The thymus gland works to prevent miscarriage, diabetes in pregnant women

An international research team led by the University of British Columbia (UBC) has for the first time discovered the importance of a small gland retracted behind the sternum that works to prevent abortion and diabetes in pregnant women.

The organ in question is the thymus, identified in a study published today in the journal Nature because it plays a significant role in metabolic control and immunity in pregnancy.

As the immune system adapts to the mother and fetus, it has confused researchers for decades. The study – conducted by an international research team, including others. Josef Penninger from UBC – reveals the answer. The researchers found that female sex hormones point to important changes in the thymus, the central organ of the immune system, to produce specialized cells called Tregs to address the physiological changes that occur in pregnancy.

The researchers also identified RANK, a receptor expressed in a part of the thymus called the epithelium, as a key molecule behind this mechanism.

We knew that RANK was expressed in the thymus, but its role in pregnancy was not known. “

Dr Josef Penninger, Senior Study Author and Professor, Department of Medical Genetics and Director of the Institute of Life Sciences, University of British Columbia

To have a better understanding, the authors studied mice in which RANK was deleted from the thymus.

“The absence of RANK prevented the production of Tregs in the thymus during pregnancy. This resulted in a decrease in the number of Tregs in the placenta, which led to increased abortion rates,” says the lead author of the study, Dr. Magdalena Paolino, assistant professor in the medical department at the Carolingian Institute.

The findings also offer a new molecular insight into the development of diabetes during pregnancy, known as gestational diabetes, a disease that affects approximately 15 percent of pregnant women worldwide and about which scientists still know little.
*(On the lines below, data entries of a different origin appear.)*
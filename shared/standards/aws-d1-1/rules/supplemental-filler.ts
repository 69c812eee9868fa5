/** Row 7 (SAW): supplemental filler added or left out. */
import { namedRule } from '../../common/rule-kinds.ts'
import { meta } from '../meta.ts'
import { hasSupplement } from '../supplement.ts'

const word = (value: boolean | null): string | null => (value === null ? null : value ? 'with supplemental filler' : 'without supplemental filler')

export const supplementalFiller = namedRule({
  meta: meta('supplemental_filler'),
  field: 'filler.supplemental',
  at: 'block',
  label: 'use of supplemental filler',
  asked(context) {
    const value = word(hasSupplement(context.block))
    return value ? [value] : null
  },
  tested: (_context, side) => word(hasSupplement(side.block)),
  because: 'Adding or leaving out supplemental filler counts.',
  setValue: (name) => name === 'with supplemental filler',
})
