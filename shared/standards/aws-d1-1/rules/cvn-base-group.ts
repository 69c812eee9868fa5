/** Table 6.7: any other base metal group. */
import type { WeldingVariables } from '../../../schemas/welding.ts'
import type { UnitSystem } from '../../../units/types.ts'
import { namedRule } from '../../common/rule-kinds.ts'
import { meta } from '../meta.ts'
import { groupsOf, identity, members } from '../steels.ts'

/** Group of each member, in one name whichever way round; the steel itself where it has no group. Null where neither is known. */
function groupPair(variables: WeldingVariables, system: UnitSystem): string | null {
  const told = members(variables, system).map(({ metal, thickness }) => {
    const groups = groupsOf(metal, thickness, system)
    return groups ? `Group ${groups.map((group) => (group === 'PQR' ? `of ${identity(metal) ?? 'PQR'}` : group)).join(' and ')}` : identity(metal)
  })
  return told.some((one) => one === null) ? null : told.sort().join(' to ')
}

export const cvnBaseGroup = namedRule({
  meta: meta('cvn_base_group'),
  field: 'baseMetals.a.d11Group',
  at: 'weld',
  label: 'base metal group',
  asked(context) {
    const pair = groupPair(context.procedure, context.system)
    return pair ? [pair] : null
  },
  tested: (context, side) => groupPair(side.variables, context.system),
  because: 'With CVN any other base metal group counts.',
})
In a healthy pregnancy, researchers found that Tregs migrated into the mother’s adipose tissue to prevent inflammation and help control glucose levels in the body. Pregnant mice without RANK had high blood glucose and insulin levels and many other indicators of gestational diabetes, including younger than average ones.

“Similar to the babies of women with diabetes in pregnancy, newborn pups were much heavier than average,” says Dr. Paolino.

The lack of Tregs during pregnancy has also resulted in long-lasting, transgenerational effects on offspring. The cubs were prone to diabetes and overweight throughout their lives. Giving mice to Trem performed with RANK-deficient thymus mice was isolated from a normal pregnancy, reversed all of their health issues, including abortion and maternal glucose levels, and also normalized the body weight of the pups.

The researchers also analyzed women with diabetes in pregnancy, finding a reduced number of Tregs in their placenta, similar to a study in mice.

“The discovery of this new mechanism underlying gestational diabetes potentially offers new therapeutic goals for the mother and fetus in the future,” says co-author Dr. Aleksandra Kautzky-Willer, clinician-researcher based at the Medical University of Vienna.

“The thymus changes en masse during pregnancy and how such a pre-fusion of all tissue contributes to a healthy pregnancy is one of the remaining mysteries of immunology,” adds Dr. Penninger. “Our many years of work have not only solved this riddle – pregnancy hormones reshape the thymus via RANK – but have discovered a new paradigm for its function: the thymus not only changes the mother’s immune system, but also does not reject the fetus, but the thymus also controls the mother’s metabolic health. .

“This research changes our view of the thymus as an active and dynamic organ needed to protect pregnancy,” says Dr. Penninger.


University of British Columbia

Journal reference:

Paolino, M., and others. (2020) RANK links regulatory thymus T cells with fetal loss and gestational diabetes in pregnancy. Nature.